Tive o prazer de passar o final de semana inteiro na companhia de um pedreiro que fazia uns reparos aqui no telhado de casa. Nada melhor do que sujeira de obra pra limpar. Na sexta ele chegou cantarolando “chora, não vou ligar, chegou a hora”. Nem achei ofensivo, gosto da Beth Carvalho.
Seu Pedro, o pedreiro, tem uma auréola grisalha e um bigode grosso, quase um santo católico. Mas me contou que já comprou dois carros zero quilômetro apostando no bicho e quase ficou rico uma centena de vezes. Eu gostei do assunto, mas ele disse que apostar era fácil, difícil mesmo era ganhar. Para alguém que ganhava quase todo mês, achei a constatação um exagero.
Sagrados e inquestionáveis foram os intervalos na obra para ir molhar as palavras. Num sábado de sol, é claro que minha casa não ganha do bar da esquina nem a pau.
– Já fui lá, fia. Tomei uma e esfriei a cabeça, esse serviço aqui tá dando trabalho.
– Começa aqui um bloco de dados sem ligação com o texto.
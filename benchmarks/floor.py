"""The floor of an ingest: DuckDB reads the CSV file(s) and writes zstd parquet, nothing else.

Kept apart from :mod:`benchmarks.baselines` so that the measured process imports DuckDB only.
"""

from __future__ import annotations

from pathlib import Path

import duckdb


def duckdb_floor(files: list[Path], out_dir: Path) -> int:
    """CSV -> zstd parquet with DuckDB, nothing else; returns the rows copied."""
    out_dir.mkdir(parents=True, exist_ok=True)
    con = duckdb.connect()
    total = 0
    try:
        for path in files:
            target = out_dir / (path.stem + ".parquet")
            n = con.execute(f"COPY (SELECT * FROM read_csv('{path}')) TO '{target}' "
                            "(FORMAT parquet, COMPRESSION zstd)").fetchall()[0][0]
            total += int(n)
    finally:
        con.close()
    return total


def run_sql(sql_file: Path) -> int:
    """Run one DuckDB statement (e.g. the same-work floor of :mod:`benchmarks.pings_floor`,
    prepared by the parent so that this process imports DuckDB only); returns its row count."""
    con = duckdb.connect()
    try:
        con.execute("SET TimeZone = 'UTC'")
        return int(con.execute(sql_file.read_text()).fetchall()[0][0])
    finally:
        con.close()


def netcdf_floor(path: Path, variable: str, block: int = 50) -> int:
    """Read every value of a (time, lat, lon) variable once, block by block; returns the count."""
    import netCDF4
    import numpy as np

    total = 0
    with netCDF4.Dataset(path) as nc:
        var = nc.variables[variable]
        var.set_auto_maskandscale(False)
        checksum = 0
        for t0 in range(0, var.shape[0], block):
            data = var[t0:t0 + block]
            checksum += int(np.count_nonzero(data != var._FillValue))
            total += data.size
    return total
– E eu não sei, seu Pedro? Eu até ajudaria se pudesse, mas nem podendo beber eu tô por conta dessa gripe.
Rimos.
Durante os três dias de obra minhas gatas ficaram impedidas de ir à cozinha, justo onde fica a janela favorita delas. Esse foi o preço para que ele pudesse trabalhar em paz, sem o perigo de pisar em uma pata. Mas essa reclusão não saiu de graça: miados estridentes e arranhões na porta foram alguns dos protestos.
– Tadinhas, elas tiveram que ser sacrificadas, fico com dó das bichinhas – seu Pedro falava enquanto serrava um pedaço de madeira – … num foi sacrificado pela nação? Faz parte.
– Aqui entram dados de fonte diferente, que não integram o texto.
"""The floor of the same work as a ping ingest: one DuckDB statement from the CSV to the cells.

What harmonize's ping ingest must compute, done as directly as DuckDB allows, in one
``COPY (SELECT ...) TO parquet`` statement and nothing else: read the CSV as text; type the
fields and give each row its first problem (the reason cascade: missing fields, times,
numbers, ranges, speed limit, future times, unknown gear, outside the domain); drop repeated
(vessel, time) pings keeping the first row; order each vessel's pings by time once and apply
the track rules (neighbours, position jumps, derived speed, speed window, half intervals
capped at ``max_gap_h / 2``: ``harmonize.tracks.track_sql``, the rule text harmonize runs);
put each ping in its grid cell by the study projection's closed form and floor division
(``harmonize.geodesy.closed_form``); test it against the domain polygon (edges straight in
longitude/latitude, RFC 7946 section 3.1.1) by counting edge crossings; and sum fishing
hours per cell x season_year x season x gear x depth layer with the distinct vessels.

It keeps no quarantine rows, messages, row accounting, vessel pseudonyms, provenance or
store: what it leaves out is what harmonize adds to the same numbers. Its output is checked
equal to harmonize's store (:func:`check_equal`) inside the benchmark.
"""

from __future__ import annotations

import json
from pathlib import Path

import duckdb
import numpy as np
import pandas as pd

from harmonize import load_study
from harmonize.adapters.fishing import fishing_settings
from harmonize.geodesy import closed_form
from harmonize.ingest import prepare
from harmonize.tagging import season_sql
from harmonize.tracks import track_sql


def _crossing_sql(ring: list[tuple[float, float]], lon: str, lat: str) -> str:
    """SQL: the point is inside the closed ring (even-odd rule on the edges' crossings)."""
    terms = []
    for (x1, y1), (x2, y2) in zip(ring[:-1], ring[1:], strict=True):
        if y1 == y2:
            continue
        terms.append(f"CASE WHEN (({y1!r} > {lat}) <> ({y2!r} > {lat})) AND "
                     f"{lon} < {x1!r} + ({lat} - {y1!r}) * {(x2 - x1) / (y2 - y1)!r} THEN 1 ELSE 0 END")
    return f"(({' + '.join(terms)}) % 2 = 1)"


def floor_sql(study_dir: Path, profile_name: str, csv: Path, out: Path) -> str:
    """The one statement (a ``COPY``) for the study's profile and file."""
    study = load_study(study_dir)
    profile = prepare(study, profile_name)[1]
    s = fishing_settings(profile, study)
    cols = profile.column_map("rows")
    form = closed_form(study.crs)
    if form is None:
        raise SystemExit(f"{study.crs} has no closed form here; the floor needs one")
    x, y = form.sql("lon", "lat")
    size = study.cell_size_km * 1000.0
    geometry = json.loads((study_dir / "domain.geojson").read_text())["features"][0]["geometry"]
    inside = _crossing_sql([tuple(p) for p in geometry["coordinates"][0]], "lon", "lat")
    gears = pd.read_csv(csv, usecols=[cols["gear"]], dtype=str)[cols["gear"]].dropna().unique()
    rules = {g: s.rule(g, study) for g in gears}
    gear_rows = ", ".join(f"('{g}', '{r.gear}', '{r.layer}', {r.speed_min_kn!r}, {r.speed_max_kn!r})"
                          for g, r in rules.items() if r is not None) or "(NULL, NULL, NULL, NULL, NULL)"
    season, season_year = season_sql("t", study.seasons, study.timezone)
    now = (pd.Timestamp.now("UTC").tz_localize(None) + pd.Timedelta(days=1)).isoformat()
    na = "('', 'na', 'n/a', 'nan', 'null', 'none', '-')"

    def missing(c: str) -> str:
        return f"({c} IS NULL OR lower(trim({c})) IN {na})"

    typed = f"""
        SELECT row, v, t, lat, lon_in - 360.0 * floor((lon_in + 180.0) / 360.0) AS lon, sog, g.gear, g.layer, g.smin, g.smax,
               CASE WHEN {missing('v')} OR {missing('t_txt')} OR {missing('lat_txt')} OR {missing('lon_txt')}
                         OR {missing('gear_raw')} THEN 'missing_value'
                    WHEN t IS NULL OR NOT isfinite(t) THEN 'bad_time'
                    WHEN lat IS NULL OR lon_in IS NULL OR (sog IS NULL AND NOT {missing('sog_txt')}) THEN 'bad_type'
                    WHEN NOT isfinite(lat) OR NOT isfinite(lon_in) OR NOT isfinite(sog) OR lat < -90 OR lat > 90
                         OR lon_in < -180 OR lon_in > 360 OR sog < 0 THEN 'out_of_range'
                    WHEN sog > {s.max_speed_kn!r} THEN 'implausible_speed'
                    WHEN t > TIMESTAMP '{now}' THEN 'future_time'
                    WHEN g.gear IS NULL THEN 'unknown_gear' END AS reason
        FROM (SELECT row_number() OVER () AS row, "{cols['vessel_id']}" AS v, "{cols['time']}" AS t_txt,
                     "{cols['lat']}" AS lat_txt, "{cols['lon']}" AS lon_txt, "{cols['speed_kn']}" AS sog_txt,
                     "{cols['gear']}" AS gear_raw,
                     TRY_CAST("{cols['time']}" AS TIMESTAMP) AS t, TRY_CAST("{cols['lat']}" AS DOUBLE) AS lat,
                     TRY_CAST("{cols['lon']}" AS DOUBLE) AS lon_in, TRY_CAST("{cols['speed_kn']}" AS DOUBLE) AS sog
              FROM read_csv('{csv}', all_varchar = true, header = true))
        LEFT JOIN (VALUES {gear_rows}) g(gear_raw, gear, layer, smin, smax) USING (gear_raw)"""
    located = f"""
        SELECT *, CASE WHEN {inside} THEN floor({x} / {size!r}) END AS ix, floor({y} / {size!r}) AS iy
        FROM ({typed}) WHERE reason IS NULL"""
    # the first row of each (vessel, time) is kept; every ping outside the domain is out
    pings = f"""(SELECT * FROM ({located}) WHERE ix IS NOT NULL
                 QUALIFY row_number() OVER (PARTITION BY v, t ORDER BY row) = 1)"""
    track = track_sql(pings, "v", "t, row", repr(s.max_speed_kn), repr(s.max_gap_h))
    cells = f"""
        SELECT CAST(ix AS BIGINT) AS ix, CAST(iy AS BIGINT) AS iy, {season_year} AS season_year, {season} AS season,
               gear, layer AS depth_layer, sum(hours) AS hours, count(DISTINCT v) AS n_vessels, count(*) AS n_values
        FROM ({track}) WHERE fishing AND NOT spike AND hours > 0 GROUP BY ALL"""
    return f"COPY ({cells}) TO '{out}' (FORMAT parquet)"


def pings_floor(study_dir: Path, profile_name: str, csv: Path, out: Path) -> int:
    """Run the floor's statement; returns the cell-periods written."""
    sql = floor_sql(study_dir, profile_name, csv, out)
    con = duckdb.connect()
    try:
        con.execute("SET TimeZone = 'UTC'")
        return int(con.execute(sql).fetchall()[0][0])
    finally:
        con.close()


def check_equal(floor_parquet: Path, study_dir: Path) -> dict[str, float]:
    """Compare the floor's cells with the store's fishing cell-periods; raises when they differ."""
    from harmonize.store import Store

    floor = pd.read_parquet(floor_parquet)
    floor["event_id"] = (floor["gear"] + "/x" + floor["ix"].astype(str) + "_y" + floor["iy"].astype(str) + "/"
                         + floor["season_year"].astype(str) + "-" + floor["season"] + "/" + floor["depth_layer"])
    floor = floor.set_index("event_id").sort_index()
    with Store(study_dir / "store").connect() as con:
        store = con.execute("""SELECT event_id, value, n_vessels, n_values FROM observations
                               WHERE source_kind = 'effort' ORDER BY event_id""").df().set_index("event_id")
    if list(floor.index) != list(store.index):
        raise AssertionError(f"the floor has {len(floor)} cell-periods, the store {len(store)}; "
                             f"{len(floor.index.symmetric_difference(store.index))} differ")
    np.testing.assert_allclose(floor["hours"].to_numpy(), store["value"].to_numpy(), rtol=1e-9, atol=1e-9)
    assert floor["n_vessels"].tolist() == store["n_vessels"].tolist()
    assert floor["n_values"].tolist() == store["n_values"].tolist()
    return {"cell_periods": float(len(store)), "hours": float(store["value"].sum())}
Com o barulho do serrote, não consegui entender de quem ele falava, mas apostei todas as fichas em Jesus Cristo, concordei e deixei rolar.
– Mas olha como tá esse país agora, valeu de alguma coisa? – enquanto ele completava o raciocínio eu continuei apostando no filho de Deus, porque fazia todo sentido – Por isso eu falo: Tiradentes morreu foi de graça, não valorizaram o que ele fez.
No fim, apostei errado. Mas é o que dizem: nem Jesus agradou a todos.